Work request:
In the records below, find the line holding "filename shared/stats/linear-fit.ts" and the line holding "25, 2003) [memory].". Set down both, with every line between them, exactly.

Supplied data:
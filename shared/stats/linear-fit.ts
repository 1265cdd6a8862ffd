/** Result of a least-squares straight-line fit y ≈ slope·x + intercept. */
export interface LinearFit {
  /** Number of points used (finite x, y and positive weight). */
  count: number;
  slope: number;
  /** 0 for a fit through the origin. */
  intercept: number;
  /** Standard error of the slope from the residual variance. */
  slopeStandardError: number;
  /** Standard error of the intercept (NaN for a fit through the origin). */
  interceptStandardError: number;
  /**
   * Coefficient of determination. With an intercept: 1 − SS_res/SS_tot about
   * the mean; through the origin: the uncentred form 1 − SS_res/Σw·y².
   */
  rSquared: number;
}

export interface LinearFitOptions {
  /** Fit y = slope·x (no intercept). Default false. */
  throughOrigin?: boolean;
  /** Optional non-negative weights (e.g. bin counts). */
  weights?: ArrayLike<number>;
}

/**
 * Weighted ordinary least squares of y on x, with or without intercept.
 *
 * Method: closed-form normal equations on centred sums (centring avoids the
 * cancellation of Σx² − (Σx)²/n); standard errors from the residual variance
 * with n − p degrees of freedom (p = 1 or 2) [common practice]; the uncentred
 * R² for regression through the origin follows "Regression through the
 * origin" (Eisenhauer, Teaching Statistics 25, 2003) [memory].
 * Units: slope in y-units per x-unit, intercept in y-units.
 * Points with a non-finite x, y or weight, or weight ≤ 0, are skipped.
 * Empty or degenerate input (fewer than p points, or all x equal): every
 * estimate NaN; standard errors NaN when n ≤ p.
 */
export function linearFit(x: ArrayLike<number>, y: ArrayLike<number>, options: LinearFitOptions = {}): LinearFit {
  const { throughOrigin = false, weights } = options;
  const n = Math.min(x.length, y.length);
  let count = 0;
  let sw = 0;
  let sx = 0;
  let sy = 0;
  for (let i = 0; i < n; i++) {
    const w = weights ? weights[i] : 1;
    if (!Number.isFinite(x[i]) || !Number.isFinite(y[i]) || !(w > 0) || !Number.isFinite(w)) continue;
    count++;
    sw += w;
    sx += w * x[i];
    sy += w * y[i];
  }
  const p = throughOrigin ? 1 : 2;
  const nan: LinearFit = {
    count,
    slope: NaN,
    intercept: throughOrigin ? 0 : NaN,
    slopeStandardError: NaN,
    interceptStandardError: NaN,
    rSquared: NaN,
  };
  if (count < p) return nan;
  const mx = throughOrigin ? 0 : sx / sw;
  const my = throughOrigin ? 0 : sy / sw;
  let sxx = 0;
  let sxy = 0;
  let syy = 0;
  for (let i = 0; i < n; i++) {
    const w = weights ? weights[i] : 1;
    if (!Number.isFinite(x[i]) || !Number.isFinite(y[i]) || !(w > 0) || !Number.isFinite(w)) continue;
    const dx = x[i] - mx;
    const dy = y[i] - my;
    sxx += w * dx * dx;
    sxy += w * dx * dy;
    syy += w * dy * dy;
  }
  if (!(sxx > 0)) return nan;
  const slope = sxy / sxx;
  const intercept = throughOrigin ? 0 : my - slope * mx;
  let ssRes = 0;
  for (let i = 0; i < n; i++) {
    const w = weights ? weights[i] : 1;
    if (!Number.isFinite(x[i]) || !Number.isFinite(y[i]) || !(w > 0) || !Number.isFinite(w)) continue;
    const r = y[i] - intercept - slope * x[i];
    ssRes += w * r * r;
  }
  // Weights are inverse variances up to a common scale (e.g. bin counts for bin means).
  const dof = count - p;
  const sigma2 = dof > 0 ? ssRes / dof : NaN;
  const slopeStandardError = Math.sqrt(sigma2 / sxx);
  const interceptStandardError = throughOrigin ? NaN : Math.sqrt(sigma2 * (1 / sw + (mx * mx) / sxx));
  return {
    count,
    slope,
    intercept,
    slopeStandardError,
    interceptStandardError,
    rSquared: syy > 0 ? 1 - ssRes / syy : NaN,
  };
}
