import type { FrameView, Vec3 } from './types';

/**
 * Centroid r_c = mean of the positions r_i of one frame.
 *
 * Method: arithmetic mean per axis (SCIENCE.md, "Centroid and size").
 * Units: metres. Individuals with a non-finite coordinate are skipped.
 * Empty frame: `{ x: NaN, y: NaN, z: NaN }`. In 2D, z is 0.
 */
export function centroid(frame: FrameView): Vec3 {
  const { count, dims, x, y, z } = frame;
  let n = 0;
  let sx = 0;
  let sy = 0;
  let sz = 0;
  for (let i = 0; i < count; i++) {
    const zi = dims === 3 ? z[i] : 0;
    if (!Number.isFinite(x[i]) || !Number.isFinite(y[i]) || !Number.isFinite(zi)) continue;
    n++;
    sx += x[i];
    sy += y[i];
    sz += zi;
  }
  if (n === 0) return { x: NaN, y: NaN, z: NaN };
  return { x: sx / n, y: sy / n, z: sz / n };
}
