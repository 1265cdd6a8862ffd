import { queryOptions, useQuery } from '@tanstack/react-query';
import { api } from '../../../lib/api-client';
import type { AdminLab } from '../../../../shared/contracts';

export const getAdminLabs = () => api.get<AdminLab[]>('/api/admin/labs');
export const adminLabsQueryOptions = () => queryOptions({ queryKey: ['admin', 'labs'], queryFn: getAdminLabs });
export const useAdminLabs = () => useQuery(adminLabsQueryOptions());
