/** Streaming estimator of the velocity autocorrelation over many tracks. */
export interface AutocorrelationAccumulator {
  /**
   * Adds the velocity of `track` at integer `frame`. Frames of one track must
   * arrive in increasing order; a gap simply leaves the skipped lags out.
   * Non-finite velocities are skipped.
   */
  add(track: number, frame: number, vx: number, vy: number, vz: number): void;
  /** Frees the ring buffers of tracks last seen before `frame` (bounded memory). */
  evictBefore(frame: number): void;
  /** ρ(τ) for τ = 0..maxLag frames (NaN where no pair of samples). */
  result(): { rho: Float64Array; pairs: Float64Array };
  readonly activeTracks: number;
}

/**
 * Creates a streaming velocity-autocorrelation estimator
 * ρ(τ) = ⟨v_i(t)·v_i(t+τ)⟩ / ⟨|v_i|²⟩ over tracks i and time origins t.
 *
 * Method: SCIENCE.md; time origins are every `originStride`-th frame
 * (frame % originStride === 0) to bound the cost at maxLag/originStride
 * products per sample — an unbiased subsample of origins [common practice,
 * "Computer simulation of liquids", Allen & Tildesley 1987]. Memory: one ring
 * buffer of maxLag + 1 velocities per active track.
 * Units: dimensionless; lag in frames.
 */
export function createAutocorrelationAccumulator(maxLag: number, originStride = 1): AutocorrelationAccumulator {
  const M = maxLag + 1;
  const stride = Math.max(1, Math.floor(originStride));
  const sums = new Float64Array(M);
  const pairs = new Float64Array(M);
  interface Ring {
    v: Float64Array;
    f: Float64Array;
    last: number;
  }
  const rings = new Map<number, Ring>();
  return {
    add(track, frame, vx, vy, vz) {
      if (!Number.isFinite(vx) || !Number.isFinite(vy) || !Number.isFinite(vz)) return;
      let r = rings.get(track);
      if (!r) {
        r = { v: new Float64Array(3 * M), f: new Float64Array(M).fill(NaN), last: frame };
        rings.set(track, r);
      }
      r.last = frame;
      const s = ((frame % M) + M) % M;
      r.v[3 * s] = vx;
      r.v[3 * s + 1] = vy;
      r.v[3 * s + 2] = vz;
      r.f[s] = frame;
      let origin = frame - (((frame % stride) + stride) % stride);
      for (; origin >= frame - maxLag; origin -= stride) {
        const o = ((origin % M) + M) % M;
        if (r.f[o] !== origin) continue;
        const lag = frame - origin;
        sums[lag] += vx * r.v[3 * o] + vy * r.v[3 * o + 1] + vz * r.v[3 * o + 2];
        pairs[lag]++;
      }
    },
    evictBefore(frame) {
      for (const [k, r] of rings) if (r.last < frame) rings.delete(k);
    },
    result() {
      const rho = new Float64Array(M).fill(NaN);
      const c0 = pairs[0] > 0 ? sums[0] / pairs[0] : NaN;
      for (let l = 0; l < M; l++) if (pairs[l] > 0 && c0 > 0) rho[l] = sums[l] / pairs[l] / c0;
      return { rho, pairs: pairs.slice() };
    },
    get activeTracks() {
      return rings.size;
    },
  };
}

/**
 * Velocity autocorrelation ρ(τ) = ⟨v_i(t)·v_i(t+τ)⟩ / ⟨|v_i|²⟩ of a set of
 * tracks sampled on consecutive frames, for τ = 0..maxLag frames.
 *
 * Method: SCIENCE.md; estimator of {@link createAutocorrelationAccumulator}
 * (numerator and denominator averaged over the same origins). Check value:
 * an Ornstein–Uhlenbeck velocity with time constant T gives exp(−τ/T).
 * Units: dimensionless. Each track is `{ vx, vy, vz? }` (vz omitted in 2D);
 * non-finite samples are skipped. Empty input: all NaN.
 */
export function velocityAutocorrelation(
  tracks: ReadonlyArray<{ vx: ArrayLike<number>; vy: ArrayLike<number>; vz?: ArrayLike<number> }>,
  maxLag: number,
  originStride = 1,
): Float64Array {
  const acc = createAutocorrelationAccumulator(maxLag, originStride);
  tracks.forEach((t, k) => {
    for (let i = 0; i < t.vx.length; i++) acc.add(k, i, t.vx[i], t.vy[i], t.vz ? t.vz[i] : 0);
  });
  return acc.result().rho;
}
* * *
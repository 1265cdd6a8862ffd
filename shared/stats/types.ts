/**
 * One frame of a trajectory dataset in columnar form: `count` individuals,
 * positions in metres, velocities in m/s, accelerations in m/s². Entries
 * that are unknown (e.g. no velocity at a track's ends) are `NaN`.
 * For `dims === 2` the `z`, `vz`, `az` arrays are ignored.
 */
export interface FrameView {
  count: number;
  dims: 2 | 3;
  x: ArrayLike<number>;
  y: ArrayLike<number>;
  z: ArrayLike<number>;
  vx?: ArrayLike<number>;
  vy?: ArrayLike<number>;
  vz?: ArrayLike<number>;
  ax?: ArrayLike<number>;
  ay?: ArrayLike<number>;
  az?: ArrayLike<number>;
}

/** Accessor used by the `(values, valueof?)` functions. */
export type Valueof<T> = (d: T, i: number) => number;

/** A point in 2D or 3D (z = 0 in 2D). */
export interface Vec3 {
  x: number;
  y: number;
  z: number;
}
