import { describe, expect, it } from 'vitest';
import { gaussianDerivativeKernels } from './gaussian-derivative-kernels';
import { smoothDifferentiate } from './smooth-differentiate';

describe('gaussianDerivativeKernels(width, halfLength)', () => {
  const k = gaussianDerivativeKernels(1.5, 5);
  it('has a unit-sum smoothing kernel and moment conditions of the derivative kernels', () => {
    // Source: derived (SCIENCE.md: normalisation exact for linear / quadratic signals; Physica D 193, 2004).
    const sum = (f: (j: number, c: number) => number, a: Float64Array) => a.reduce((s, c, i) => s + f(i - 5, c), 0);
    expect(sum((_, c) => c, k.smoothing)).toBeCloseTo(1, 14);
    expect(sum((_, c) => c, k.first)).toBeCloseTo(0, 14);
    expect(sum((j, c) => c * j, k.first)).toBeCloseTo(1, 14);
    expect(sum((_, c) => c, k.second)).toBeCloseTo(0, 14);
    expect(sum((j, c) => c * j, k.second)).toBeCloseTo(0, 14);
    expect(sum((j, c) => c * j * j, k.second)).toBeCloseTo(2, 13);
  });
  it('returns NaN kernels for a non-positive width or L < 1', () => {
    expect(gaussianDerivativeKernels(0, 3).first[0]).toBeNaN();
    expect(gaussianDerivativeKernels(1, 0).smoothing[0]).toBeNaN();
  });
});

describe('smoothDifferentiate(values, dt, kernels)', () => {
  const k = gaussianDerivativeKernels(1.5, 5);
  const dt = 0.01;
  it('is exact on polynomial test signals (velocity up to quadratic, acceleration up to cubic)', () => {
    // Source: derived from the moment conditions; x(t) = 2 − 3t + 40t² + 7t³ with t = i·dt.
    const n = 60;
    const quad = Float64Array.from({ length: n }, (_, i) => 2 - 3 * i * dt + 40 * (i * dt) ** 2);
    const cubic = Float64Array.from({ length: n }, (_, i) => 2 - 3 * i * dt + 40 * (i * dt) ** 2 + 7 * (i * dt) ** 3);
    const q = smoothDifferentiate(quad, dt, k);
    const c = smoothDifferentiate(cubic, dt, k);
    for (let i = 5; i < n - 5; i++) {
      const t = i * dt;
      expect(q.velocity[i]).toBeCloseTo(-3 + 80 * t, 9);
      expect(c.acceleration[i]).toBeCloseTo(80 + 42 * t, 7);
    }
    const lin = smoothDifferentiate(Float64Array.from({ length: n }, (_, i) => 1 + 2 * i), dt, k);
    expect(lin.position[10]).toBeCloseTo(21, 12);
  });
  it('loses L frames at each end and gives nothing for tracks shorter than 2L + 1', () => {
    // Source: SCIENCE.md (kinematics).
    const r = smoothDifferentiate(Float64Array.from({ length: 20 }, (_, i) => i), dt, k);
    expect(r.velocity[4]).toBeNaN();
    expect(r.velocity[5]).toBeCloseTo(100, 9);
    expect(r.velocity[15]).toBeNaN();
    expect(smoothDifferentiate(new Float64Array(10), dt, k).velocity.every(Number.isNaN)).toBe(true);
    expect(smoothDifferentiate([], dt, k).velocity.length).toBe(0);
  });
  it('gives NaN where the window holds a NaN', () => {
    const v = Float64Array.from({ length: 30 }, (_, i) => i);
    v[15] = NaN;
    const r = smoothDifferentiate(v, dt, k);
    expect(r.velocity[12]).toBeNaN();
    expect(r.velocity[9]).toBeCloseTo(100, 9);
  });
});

Solution below:
filename shared/stats/linear-fit.ts
repository 1265cdd6a8862ffd
/** Result of a least-squares straight-line fit y ≈ slope·x + intercept. */
export interface LinearFit {
  /** Number of points used (finite x, y and positive weight). */
  count: number;
  slope: number;
  /** 0 for a fit through the origin. */
  intercept: number;
  /** Standard error of the slope from the residual variance. */
  slopeStandardError: number;
  /** Standard error of the intercept (NaN for a fit through the origin). */
  interceptStandardError: number;
  /**
   * Coefficient of determination. With an intercept: 1 − SS_res/SS_tot about
   * the mean; through the origin: the uncentred form 1 − SS_res/Σw·y².
   */
  rSquared: number;
}

export interface LinearFitOptions {
  /** Fit y = slope·x (no intercept). Default false. */
  throughOrigin?: boolean;
  /** Optional non-negative weights (e.g. bin counts). */
  weights?: ArrayLike<number>;
}

/**
 * Weighted ordinary least squares of y on x, with or without intercept.
 *
 * Method: closed-form normal equations on centred sums (centring avoids the
 * cancellation of Σx² − (Σx)²/n); standard errors from the residual variance
 * with n − p degrees of freedom (p = 1 or 2) [common practice]; the uncentred
 * R² for regression through the origin follows "Regression through the
 * origin" (Eisenhauer, Teaching Statistics 25, 2003) [memory].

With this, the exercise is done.